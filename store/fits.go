package store

import (
	"context"
	"encoding/json"
	"fmt"
	"time"

	"github.com/jackc/pgx/v5"

	"github.com/rotorwright/rotorwright/fleet"
)

// FitRequest fits a part at a place on an airframe from At on.
type FitRequest struct {
	PartID   string
	Position string
	At       time.Time
}

// RemovalRequest ends a part's current fit at At.
type RemovalRequest struct {
	PartID string
	At     time.Time
	Reason string
}

const fitCols = `id, part_id, airframe_id, kind, position, lower(during), upper(during), removal_reason`

func scanFit(row pgx.Row) (*fleet.Fit, error) {
	var f fleet.Fit
	err := row.Scan(&f.ID, &f.PartID, &f.AirframeID, &f.Kind, &f.Position, &f.FittedAt, &f.RemovedAt, &f.RemovalReason)
	return &f, err
}

// Fit fits a part. The exclusion constraints decide overlaps: a part fitted
// elsewhere, or a place already taken, over an overlapping time is a conflict.
func (db *DB) Fit(ctx context.Context, airframeID string, r FitRequest) (*fleet.Fit, error) {
	if r.At.IsZero() {
		r.At = db.now()
	}
	if err := fleet.CheckTime("at", r.At, db.now()); err != nil {
		return nil, err
	}
	var out *fleet.Fit
	err := db.inTx(ctx, func(tx pgx.Tx) error {
		a, err := scanAirframe(tx.QueryRow(ctx, `SELECT `+airframeCols+` FROM airframes WHERE id = $1`, airframeID))
		if err != nil {
			return translateNotFound(err, "airframe")
		}
		if a.RetiredAt != nil {
			return fleet.Errorf(fleet.ECONFLICT, "airframe %s is retired", a.Code)
		}
		p, err := scanPart(tx.QueryRow(ctx, `SELECT `+partCols+` FROM parts WHERE id = $1`, r.PartID))
		if err != nil {
			if err == pgx.ErrNoRows {
				return &fleet.Error{Code: fleet.EUNPROCESSABLE, Field: "part_id", Message: "unknown part"}
			}
			return err
		}
		if err := checkFittable(ctx, tx, a, p, &r); err != nil {
			return err
		}
		out, err = scanFit(tx.QueryRow(ctx, `
			INSERT INTO fits (id, part_id, airframe_id, kind, position, during)
			VALUES ($1, $2, $3, $4, $5, tstzrange($6, NULL, '[)'))
			RETURNING `+fitCols, newID(), p.ID, a.ID, p.Kind, r.Position, r.At))
		if err != nil {
			return err
		}
		if err := syncPartStatus(ctx, tx, p.ID); err != nil {
			return err
		}
		return audit(ctx, tx, "fit", out.ID, nil, out)
	})
	return out, err
}

// checkFittable applies the rules the database cannot: the part's kind and
// state, the position's existence and rotation.
func checkFittable(ctx context.Context, tx pgx.Tx, a *fleet.Airframe, p *fleet.Part, r *FitRequest) error {
	switch p.Status {
	case fleet.PartRetired, fleet.PartQuarantine:
		return &fleet.Error{Code: fleet.EUNPROCESSABLE, Field: "part_id",
			Message: fmt.Sprintf("part %s is %s and cannot be fitted", p.Serial, p.Status)}
	}
	if p.Kind == fleet.KindPack {
		return &fleet.Error{Code: fleet.EUNPROCESSABLE, Field: "part_id",
			Message: "packs are not fitted; list them on each flight"}
	}
	if !p.Kind.AtRotor() {
		if r.Position == "" {
			r.Position = string(p.Kind)
		}
		if !fleet.ValidLabel(r.Position) {
			return fleet.FieldError("position", "must be 1-32 lower-case letters, digits, '_' or '-'")
		}
		return nil
	}
	l, err := layoutTx(ctx, tx, a.Layout)
	if err != nil {
		return err
	}
	pos, ok := l.Position(r.Position)
	if !ok {
		return fleet.FieldError("position", "layout %s has no position %q", l.Name, r.Position)
	}
	if p.Kind == fleet.KindMotor || p.Kind == fleet.KindPropeller {
		if rot := p.Rotation(); rot != pos.Rotation {
			return &fleet.Error{Code: fleet.EUNPROCESSABLE, Field: "position",
				Message: fmt.Sprintf("%s %s spins %s but position %s turns %s", p.Kind, p.Serial, rot, pos.Label, pos.Rotation)}
		}
	}
	return nil
}

// Remove ends the part's open fit on the airframe at r.At.
func (db *DB) Remove(ctx context.Context, airframeID string, r RemovalRequest) (*fleet.Fit, error) {
	if r.At.IsZero() {
		r.At = db.now()
	}
	if err := fleet.CheckTime("at", r.At, db.now()); err != nil {
		return nil, err
	}
	var out *fleet.Fit
	err := db.inTx(ctx, func(tx pgx.Tx) error {
		before, err := scanFit(tx.QueryRow(ctx, `
			SELECT `+fitCols+` FROM fits
			WHERE airframe_id = $1 AND part_id = $2 AND upper_inf(during) FOR UPDATE`, airframeID, r.PartID))
		if err == pgx.ErrNoRows {
			return &fleet.Error{Code: fleet.EUNPROCESSABLE, Field: "part_id", Message: "the part is not fitted on this airframe"}
		} else if err != nil {
			return err
		}
		if !r.At.After(before.FittedAt) {
			return &fleet.Error{Code: fleet.EUNPROCESSABLE, Field: "at", Message: "must be after the part was fitted"}
		}
		if err := checkLen("reason", r.Reason, 500); err != nil {
			return err
		}
		var reason *string
		if r.Reason != "" {
			reason = &r.Reason
		}
		out, err = scanFit(tx.QueryRow(ctx, `
			UPDATE fits SET during = tstzrange(lower(during), $2, '[)'), removal_reason = $3
			WHERE id = $1 RETURNING `+fitCols, before.ID, r.At, reason))
		if err != nil {
			return err
		}
		if err := syncPartStatus(ctx, tx, r.PartID); err != nil {
			return err
		}
		return audit(ctx, tx, "fit", out.ID, before, out)
	})
	return out, err
}

// openFitsOf selects the open fits closeFits ends: an airframe's or a part's.
type openFitsOf string

const (
	fitsOfAirframe openFitsOf = `SELECT ` + fitCols + ` FROM fits WHERE airframe_id = $1 AND upper_inf(during) ORDER BY id FOR UPDATE`
	fitsOfPart     openFitsOf = `SELECT ` + fitCols + ` FROM fits WHERE part_id = $1 AND upper_inf(during) ORDER BY id FOR UPDATE`
)

// closeFits ends the open fits of an airframe or part at `at` (at least a
// second after each began) with a removal reason, each with its audit row,
// and brings the parts' status along. Retirement and replacement remove
// parts as surely as a removal does, so they leave the same record.
func closeFits(ctx context.Context, tx pgx.Tx, of openFitsOf, id string, at time.Time, reason string) ([]*fleet.Fit, error) {
	rows, err := tx.Query(ctx, string(of), id)
	if err != nil {
		return nil, err
	}
	open, err := collect(rows, scanFit)
	if err != nil {
		return nil, err
	}
	closed := make([]*fleet.Fit, 0, len(open))
	for _, before := range open {
		after, err := scanFit(tx.QueryRow(ctx, `
			UPDATE fits SET during = tstzrange(lower(during), greatest($2, lower(during) + interval '1 second'), '[)'),
				removal_reason = $3
			WHERE id = $1 RETURNING `+fitCols, before.ID, at, reason))
		if err != nil {
			return nil, err
		}
		if err := audit(ctx, tx, "fit", after.ID, before, after); err != nil {
			return nil, err
		}
		if err := syncPartStatus(ctx, tx, after.PartID); err != nil {
			return nil, err
		}
		closed = append(closed, after)
	}
	return closed, nil
}

// Fitment is what an airframe carried at a moment.
type Fitment struct {
	AirframeID string             `json:"airframe_id"`
	At         time.Time          `json:"at"`
	Parts      []fleet.FittedPart `json:"parts"`
	Empty      []EmptyPlace       `json:"empty"`
}

// EmptyPlace is a rotor position lacking a motor or propeller.
type EmptyPlace struct {
	Position string         `json:"position"`
	Kind     fleet.PartKind `json:"kind"`
}

// FitmentSQL is the one query behind Fitment ($1 airframe, $2 moment):
// the layout's positions and the parts fitted then, as JSON. Exported so
// benchmarks can run the same SQL directly as their floor.
const FitmentSQL = `
		SELECT l.positions, coalesce((
			SELECT json_agg(json_build_object('position', f.position, 'kind', f.kind, 'part_id', p.id,
				'serial', p.serial, 'part_number', p.part_number, 'lot', p.lot, 'fitted_at', lower(f.during))
				ORDER BY f.kind, f.position)
			FROM fits f JOIN parts p ON p.id = f.part_id
			WHERE f.airframe_id = a.id AND f.during @> $2::timestamptz), '[]')
		FROM airframes a JOIN layouts l ON l.name = a.layout WHERE a.id = $1`

// Fitment returns the parts fitted on the airframe at the moment at, in one
// round trip (the layout for the empty places comes with it).
func (db *DB) Fitment(ctx context.Context, airframeID string, at time.Time) (*Fitment, error) {
	var positions, parts []byte
	err := db.pool.QueryRow(ctx, FitmentSQL, airframeID, at).Scan(&positions, &parts)
	if err != nil {
		return nil, translateNotFound(err, "airframe")
	}
	l := &fleet.Layout{}
	if err := json.Unmarshal(positions, &l.Positions); err != nil {
		return nil, err
	}
	fm := &Fitment{AirframeID: airframeID, At: at.UTC(), Parts: []fleet.FittedPart{}}
	if err := json.Unmarshal(parts, &fm.Parts); err != nil {
		return nil, err
	}
	fm.Empty = EmptyPlaces(l, fm.Parts)
	return fm, nil
}

func scanFittedPart(r pgx.Row) (fleet.FittedPart, error) {
	var f fleet.FittedPart
	err := r.Scan(&f.Position, &f.Kind, &f.PartID, &f.Serial, &f.PartNumber, &f.Lot, &f.FittedAt)
	return f, err
}

// EmptyPlaces lists the rotor positions without a motor or a propeller.
func EmptyPlaces(l *fleet.Layout, parts []fleet.FittedPart) []EmptyPlace {
	have := map[string]bool{}
	for _, p := range parts {
		have[string(p.Kind)+"/"+p.Position] = true
	}
	out := []EmptyPlace{}
	for _, pos := range l.Positions {
		for _, k := range []fleet.PartKind{fleet.KindMotor, fleet.KindPropeller} {
			if !have[string(k)+"/"+pos.Label] {
				out = append(out, EmptyPlace{Position: pos.Label, Kind: k})
			}
		}
	}
	return out
}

--------------------------------------------------

### [Task brief]
From the first line of the listing above to the line that contains "existence and rotation.", inclusive, restate every line word for word. Nothing else belongs in the answer.

### [Response box]
filename store/fits.go
package store

import (
	"context"
	"encoding/json"
	"fmt"
	"time"

	"github.com/jackc/pgx/v5"

	"github.com/rotorwright/rotorwright/fleet"
)

// FitRequest fits a part at a place on an airframe from At on.
type FitRequest struct {
	PartID   string
	Position string
	At       time.Time
}

// RemovalRequest ends a part's current fit at At.
type RemovalRequest struct {
	PartID string
	At     time.Time
	Reason string
}

const fitCols = `id, part_id, airframe_id, kind, position, lower(during), upper(during), removal_reason`

func scanFit(row pgx.Row) (*fleet.Fit, error) {
	var f fleet.Fit
	err := row.Scan(&f.ID, &f.PartID, &f.AirframeID, &f.Kind, &f.Position, &f.FittedAt, &f.RemovedAt, &f.RemovalReason)
	return &f, err
}

// Fit fits a part. The exclusion constraints decide overlaps: a part fitted
// elsewhere, or a place already taken, over an overlapping time is a conflict.
func (db *DB) Fit(ctx context.Context, airframeID string, r FitRequest) (*fleet.Fit, error) {
	if r.At.IsZero() {
		r.At = db.now()
	}
	if err := fleet.CheckTime("at", r.At, db.now()); err != nil {
		return nil, err
	}
	var out *fleet.Fit
	err := db.inTx(ctx, func(tx pgx.Tx) error {
		a, err := scanAirframe(tx.QueryRow(ctx, `SELECT `+airframeCols+` FROM airframes WHERE id = $1`, airframeID))
		if err != nil {
			return translateNotFound(err, "airframe")
		}
		if a.RetiredAt != nil {
			return fleet.Errorf(fleet.ECONFLICT, "airframe %s is retired", a.Code)
		}
		p, err := scanPart(tx.QueryRow(ctx, `SELECT `+partCols+` FROM parts WHERE id = $1`, r.PartID))
		if err != nil {
			if err == pgx.ErrNoRows {
				return &fleet.Error{Code: fleet.EUNPROCESSABLE, Field: "part_id", Message: "unknown part"}
			}
			return err
		}
		if err := checkFittable(ctx, tx, a, p, &r); err != nil {
			return err
		}
		out, err = scanFit(tx.QueryRow(ctx, `
			INSERT INTO fits (id, part_id, airframe_id, kind, position, during)
			VALUES ($1, $2, $3, $4, $5, tstzrange($6, NULL, '[)'))
			RETURNING `+fitCols, newID(), p.ID, a.ID, p.Kind, r.Position, r.At))
		if err != nil {
			return err
		}
		if err := syncPartStatus(ctx, tx, p.ID); err != nil {
			return err
		}
		return audit(ctx, tx, "fit", out.ID, nil, out)
	})
	return out, err
}

// checkFittable applies the rules the database cannot: the part's kind and
// state, the position's existence and rotation.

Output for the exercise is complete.